_TASK DIRECTIONS_.
Copy out, word for word, the lines from the start of the data below through the line containing "control func(*rand.Rand, []float64)", and no others.

--- THE INPUT Enclosed Below ---

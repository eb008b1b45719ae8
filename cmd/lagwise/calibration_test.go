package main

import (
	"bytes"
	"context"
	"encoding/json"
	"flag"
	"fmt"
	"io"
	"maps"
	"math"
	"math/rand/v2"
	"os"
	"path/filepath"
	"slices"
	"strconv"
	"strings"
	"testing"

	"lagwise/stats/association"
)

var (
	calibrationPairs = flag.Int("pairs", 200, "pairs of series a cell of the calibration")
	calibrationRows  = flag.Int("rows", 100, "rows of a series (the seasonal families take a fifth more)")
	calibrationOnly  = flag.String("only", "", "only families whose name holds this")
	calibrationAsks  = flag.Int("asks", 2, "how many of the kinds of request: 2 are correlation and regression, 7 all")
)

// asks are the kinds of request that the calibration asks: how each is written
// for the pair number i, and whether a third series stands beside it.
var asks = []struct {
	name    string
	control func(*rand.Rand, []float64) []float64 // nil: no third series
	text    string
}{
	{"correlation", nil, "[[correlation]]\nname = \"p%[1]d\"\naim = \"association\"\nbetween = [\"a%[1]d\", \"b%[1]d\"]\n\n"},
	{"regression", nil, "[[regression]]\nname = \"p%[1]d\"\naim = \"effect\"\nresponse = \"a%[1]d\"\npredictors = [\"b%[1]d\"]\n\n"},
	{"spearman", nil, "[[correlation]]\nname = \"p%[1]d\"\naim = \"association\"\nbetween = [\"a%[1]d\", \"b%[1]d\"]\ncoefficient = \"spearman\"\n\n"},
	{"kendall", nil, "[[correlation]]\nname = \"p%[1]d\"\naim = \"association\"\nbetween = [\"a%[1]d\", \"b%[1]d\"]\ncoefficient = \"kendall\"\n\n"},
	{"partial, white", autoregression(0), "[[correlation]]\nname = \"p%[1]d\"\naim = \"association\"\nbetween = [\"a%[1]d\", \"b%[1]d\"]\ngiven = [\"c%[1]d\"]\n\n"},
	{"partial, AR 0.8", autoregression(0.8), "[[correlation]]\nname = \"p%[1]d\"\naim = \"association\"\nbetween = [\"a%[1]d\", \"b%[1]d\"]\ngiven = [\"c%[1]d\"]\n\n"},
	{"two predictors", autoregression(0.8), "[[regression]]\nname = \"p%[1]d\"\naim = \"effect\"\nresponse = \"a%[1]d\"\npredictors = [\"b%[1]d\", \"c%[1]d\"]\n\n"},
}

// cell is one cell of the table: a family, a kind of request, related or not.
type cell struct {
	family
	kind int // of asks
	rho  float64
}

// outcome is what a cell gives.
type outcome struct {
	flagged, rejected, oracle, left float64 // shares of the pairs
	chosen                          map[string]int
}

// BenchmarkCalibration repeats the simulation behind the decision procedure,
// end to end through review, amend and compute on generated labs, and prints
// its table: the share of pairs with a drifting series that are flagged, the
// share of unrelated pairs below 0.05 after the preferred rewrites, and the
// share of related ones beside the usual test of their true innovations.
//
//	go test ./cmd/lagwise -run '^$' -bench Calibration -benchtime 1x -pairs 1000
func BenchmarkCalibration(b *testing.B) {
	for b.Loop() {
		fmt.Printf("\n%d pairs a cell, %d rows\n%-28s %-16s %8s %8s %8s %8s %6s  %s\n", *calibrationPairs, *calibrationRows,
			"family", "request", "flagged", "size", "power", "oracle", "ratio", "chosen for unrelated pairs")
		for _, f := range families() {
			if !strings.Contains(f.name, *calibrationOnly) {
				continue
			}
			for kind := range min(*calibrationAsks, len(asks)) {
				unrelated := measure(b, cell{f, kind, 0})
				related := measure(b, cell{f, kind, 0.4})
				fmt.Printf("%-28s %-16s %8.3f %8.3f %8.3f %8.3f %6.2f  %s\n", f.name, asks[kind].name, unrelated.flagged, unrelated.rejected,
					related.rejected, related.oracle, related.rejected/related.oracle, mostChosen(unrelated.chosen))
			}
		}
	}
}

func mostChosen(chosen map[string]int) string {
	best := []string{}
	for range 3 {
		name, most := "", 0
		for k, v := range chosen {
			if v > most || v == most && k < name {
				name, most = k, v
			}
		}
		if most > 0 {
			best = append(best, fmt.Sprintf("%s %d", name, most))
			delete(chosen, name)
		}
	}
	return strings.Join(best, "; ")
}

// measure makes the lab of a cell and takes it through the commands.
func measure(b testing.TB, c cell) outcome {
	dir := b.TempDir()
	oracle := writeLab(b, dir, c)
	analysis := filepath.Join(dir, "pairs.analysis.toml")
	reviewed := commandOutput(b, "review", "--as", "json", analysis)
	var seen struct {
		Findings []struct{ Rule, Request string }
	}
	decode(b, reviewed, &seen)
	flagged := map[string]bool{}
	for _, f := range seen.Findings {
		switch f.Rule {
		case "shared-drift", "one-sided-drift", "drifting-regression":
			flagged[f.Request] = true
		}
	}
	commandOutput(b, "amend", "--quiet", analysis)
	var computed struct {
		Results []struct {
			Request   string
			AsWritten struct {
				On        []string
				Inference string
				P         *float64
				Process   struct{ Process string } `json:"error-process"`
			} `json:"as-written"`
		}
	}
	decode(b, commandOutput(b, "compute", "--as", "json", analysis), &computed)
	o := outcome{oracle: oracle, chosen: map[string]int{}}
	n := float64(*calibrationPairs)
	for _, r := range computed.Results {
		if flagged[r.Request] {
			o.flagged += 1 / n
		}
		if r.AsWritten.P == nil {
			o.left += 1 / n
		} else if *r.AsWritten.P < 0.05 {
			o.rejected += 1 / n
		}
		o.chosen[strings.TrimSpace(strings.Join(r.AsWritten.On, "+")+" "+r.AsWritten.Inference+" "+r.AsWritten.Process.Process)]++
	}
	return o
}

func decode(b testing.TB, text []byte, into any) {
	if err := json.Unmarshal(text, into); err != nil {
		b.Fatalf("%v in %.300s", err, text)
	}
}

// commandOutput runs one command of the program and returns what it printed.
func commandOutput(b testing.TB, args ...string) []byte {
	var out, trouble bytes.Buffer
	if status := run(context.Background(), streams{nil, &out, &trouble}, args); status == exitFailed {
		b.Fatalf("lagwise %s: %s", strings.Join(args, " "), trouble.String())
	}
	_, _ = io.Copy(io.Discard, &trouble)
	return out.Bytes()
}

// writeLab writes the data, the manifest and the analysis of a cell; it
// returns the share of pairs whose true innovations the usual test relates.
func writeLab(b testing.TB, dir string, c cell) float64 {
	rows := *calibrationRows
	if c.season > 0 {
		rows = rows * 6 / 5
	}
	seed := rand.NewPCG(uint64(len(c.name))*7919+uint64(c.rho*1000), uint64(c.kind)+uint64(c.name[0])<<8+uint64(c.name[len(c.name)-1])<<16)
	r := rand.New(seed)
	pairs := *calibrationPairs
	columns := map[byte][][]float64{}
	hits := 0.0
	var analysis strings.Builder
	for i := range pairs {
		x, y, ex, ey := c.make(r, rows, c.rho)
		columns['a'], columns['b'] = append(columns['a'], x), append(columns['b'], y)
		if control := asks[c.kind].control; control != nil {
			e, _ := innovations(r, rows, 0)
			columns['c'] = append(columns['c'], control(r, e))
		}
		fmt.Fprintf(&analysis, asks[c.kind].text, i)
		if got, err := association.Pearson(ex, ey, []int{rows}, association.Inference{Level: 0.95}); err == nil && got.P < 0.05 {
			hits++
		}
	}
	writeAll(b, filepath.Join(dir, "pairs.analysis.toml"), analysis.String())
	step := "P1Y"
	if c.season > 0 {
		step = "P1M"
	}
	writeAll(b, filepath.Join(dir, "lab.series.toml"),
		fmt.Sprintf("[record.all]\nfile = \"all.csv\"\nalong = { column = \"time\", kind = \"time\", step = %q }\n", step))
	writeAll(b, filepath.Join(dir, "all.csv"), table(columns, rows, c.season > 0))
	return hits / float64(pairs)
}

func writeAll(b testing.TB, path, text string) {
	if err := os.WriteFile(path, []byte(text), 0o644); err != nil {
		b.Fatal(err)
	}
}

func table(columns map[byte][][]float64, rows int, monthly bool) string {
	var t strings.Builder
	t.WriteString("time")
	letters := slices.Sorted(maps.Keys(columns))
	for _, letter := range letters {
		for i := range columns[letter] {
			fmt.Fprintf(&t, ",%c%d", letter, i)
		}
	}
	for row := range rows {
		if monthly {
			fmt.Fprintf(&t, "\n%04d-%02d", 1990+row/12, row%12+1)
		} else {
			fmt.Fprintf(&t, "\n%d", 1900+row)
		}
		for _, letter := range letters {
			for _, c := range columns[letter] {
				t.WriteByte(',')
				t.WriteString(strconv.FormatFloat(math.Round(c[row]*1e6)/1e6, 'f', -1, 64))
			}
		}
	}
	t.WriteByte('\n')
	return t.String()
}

--- End of Enclosed THE INPUT ---

_SOLVED EXERCISE_.
repository eb008b1b45719ae8
filename cmd/lagwise/calibration_test.go
package main

import (
	"bytes"
	"context"
	"encoding/json"
	"flag"
	"fmt"
	"io"
	"maps"
	"math"
	"math/rand/v2"
	"os"
	"path/filepath"
	"slices"
	"strconv"
	"strings"
	"testing"

	"lagwise/stats/association"
)

var (
	calibrationPairs = flag.Int("pairs", 200, "pairs of series a cell of the calibration")
	calibrationRows  = flag.Int("rows", 100, "rows of a series (the seasonal families take a fifth more)")
	calibrationOnly  = flag.String("only", "", "only families whose name holds this")
	calibrationAsks  = flag.Int("asks", 2, "how many of the kinds of request: 2 are correlation and regression, 7 all")
)

// asks are the kinds of request that the calibration asks: how each is written
// for the pair number i, and whether a third series stands beside it.
var asks = []struct {
	name    string
	control func(*rand.Rand, []float64) []float64 // nil: no third series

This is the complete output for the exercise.